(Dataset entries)

import type { Panel, Stage } from '../../core/form/model.ts';
import type { ExposureGrid } from '../../core/shade/exposure-grid.ts';
import type { Exposure } from '../../core/shade/exposure-slice.ts';
import type { Surface } from '../../core/study/exposure-map.ts';

/** A surface of a map with its cells. `panel` is the rectangle of a wall; null for what is level. */
export type MapSurface = {
  readonly surface: Surface;
  readonly panel: Panel | null;
  readonly grid: ExposureGrid;
  readonly there: { readonly [S in Stage]: boolean };
};

/** The numbers of one surface at one stage. Cells that are not worked out yet hold NaN. */
export type Values = Pick<Exposure, 'minutes' | 'beam' | 'sky' | 'ground' | 'covered'>;

/** What a cell is coloured and read by: hours of direct sun, or energy on its plane [Wh/m²]. */
export type Quantity = 'sun' | 'energy';
/** What stands, or what the proposal changes. */
export type Side = Stage | 'change';

/** A map as it grows tile by tile. */
export type MapPicture = {
  readonly surfaces: readonly MapSurface[];
  /** One entry a surface; null where it is not there at that stage. */
  readonly values: { readonly [S in Stage]: readonly (Values | null)[] };
};

function blank(cells: number): Values {
  const unknown = (): Float64Array => new Float64Array(cells).fill(NaN);
  return {
    minutes: unknown(),
    beam: unknown(),
    sky: unknown(),
    ground: unknown(),
    covered: new Uint8Array(cells),
  };
}

/** A map of which nothing is known yet. */
export const blankPicture = (surfaces: readonly MapSurface[]): MapPicture => {
  const at = (stage: Stage): (Values | null)[] =>
    surfaces.map((s) => (s.there[stage] ? blank(s.grid.cell.length) : null));
  return { surfaces, values: { before: at('before'), after: at('after') } };
};

/** Puts a tile in its place. @param from the first of the surface's cells that it is for */
export function fillIn(
  picture: MapPicture,
  surface: number,
  stages: readonly Stage[],
  from: number,
  tile: Values,
): void {
  for (const stage of stages) {
    const values = picture.values[stage][surface];
    if (!values) continue;
    for (const key of ['minutes', 'beam', 'sky', 'ground', 'covered'] as const) values[key].set(tile[key], from);
  }
}

/** What a cell reads: hours or Wh/m². @returns null where it is not there, built over, or not worked out yet */
export function valueAt(
  picture: MapPicture,
  quantity: Quantity,
  side: Side,
  surface: number,
  cell: number,
): number | null {
  if (side !== 'change') return stageValue(picture.values[side][surface], quantity, cell);
  const was = stageValue(picture.values.before[surface], quantity, cell);
  const is = stageValue(picture.values.after[surface], quantity, cell);
  return was === null || is === null ? null : is - was;
}

function stageValue(values: Values | null | undefined, quantity: Quantity, cell: number): number | null {
  if (!values || values.covered[cell] === 1) return null;
  const value =
    quantity === 'sun' ? values.minutes[cell]! / 60 : values.beam[cell]! + values.sky[cell]! + values.ground[cell]!;
  return Number.isNaN(value) ? null : value;
}

/** Whether any number of a surface is there for what is shown, judged by its first, middle and last cell. */
export function hasArrived(picture: MapPicture, side: Side, surface: number): boolean {
  const stages: readonly Stage[] = side === 'change' ? ['before', 'after'] : [side];
  return stages.every((stage) => {
    const minutes = picture.values[stage][surface]?.minutes;
    if (!minutes) return false;
    const last = minutes.length - 1;
    return [0, last >> 1, last].some((i) => !Number.isNaN(minutes[i]!));
  });
}

/** Whether a cell is inside a solid at what is shown. */
export function isBuiltOver(picture: MapPicture, side: Side, surface: number, cell: number): boolean {
  const covered = (stage: Stage): boolean => picture.values[stage][surface]?.covered[cell] === 1;
  return side === 'change' ? covered('before') || covered('after') : covered(side);
}

/** Least, mean and most of a surface; null while no cell of it is known. */
export type Spread = { readonly least: number; readonly mean: number; readonly most: number };

/** @param surfaces those that count; absent: all of them */
export function spreadOf(
  picture: MapPicture,
  quantity: Quantity,
  side: Side,
  surfaces: readonly number[] = picture.surfaces.map((_, i) => i),
): Spread | null {
  let [least, most, sum, area] = [Infinity, -Infinity, 0, 0];
  for (const s of surfaces) {
    const { cell, cell_m } = (picture.surfaces[s] as MapSurface).grid;
    const m2 = cell_m[0] * cell_m[1];
    for (let i = 0; i < cell.length; i++) {
      const value = valueAt(picture, quantity, side, s, i);
      if (value === null) continue;
      if (value < least) least = value;
      if (value > most) most = value;
      sum += value * m2;
      area += m2;
    }
  }
  return area > 0 ? { least, mean: sum / area, most } : null;
}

What the task asks =>
Would you please repeat exactly the lines above, starting at the line with "(picture.surfaces[s] as MapSurface).grid;" and stopping at the line with "sum += value * m2;", both included?

Solution to this problem =>
    const { cell, cell_m } = (picture.surfaces[s] as MapSurface).grid;
    const m2 = cell_m[0] * cell_m[1];
    for (let i = 0; i < cell.length; i++) {
      const value = valueAt(picture, quantity, side, s, i);
      if (value === null) continue;
      if (value < least) least = value;
      if (value > most) most = value;
      sum += value * m2;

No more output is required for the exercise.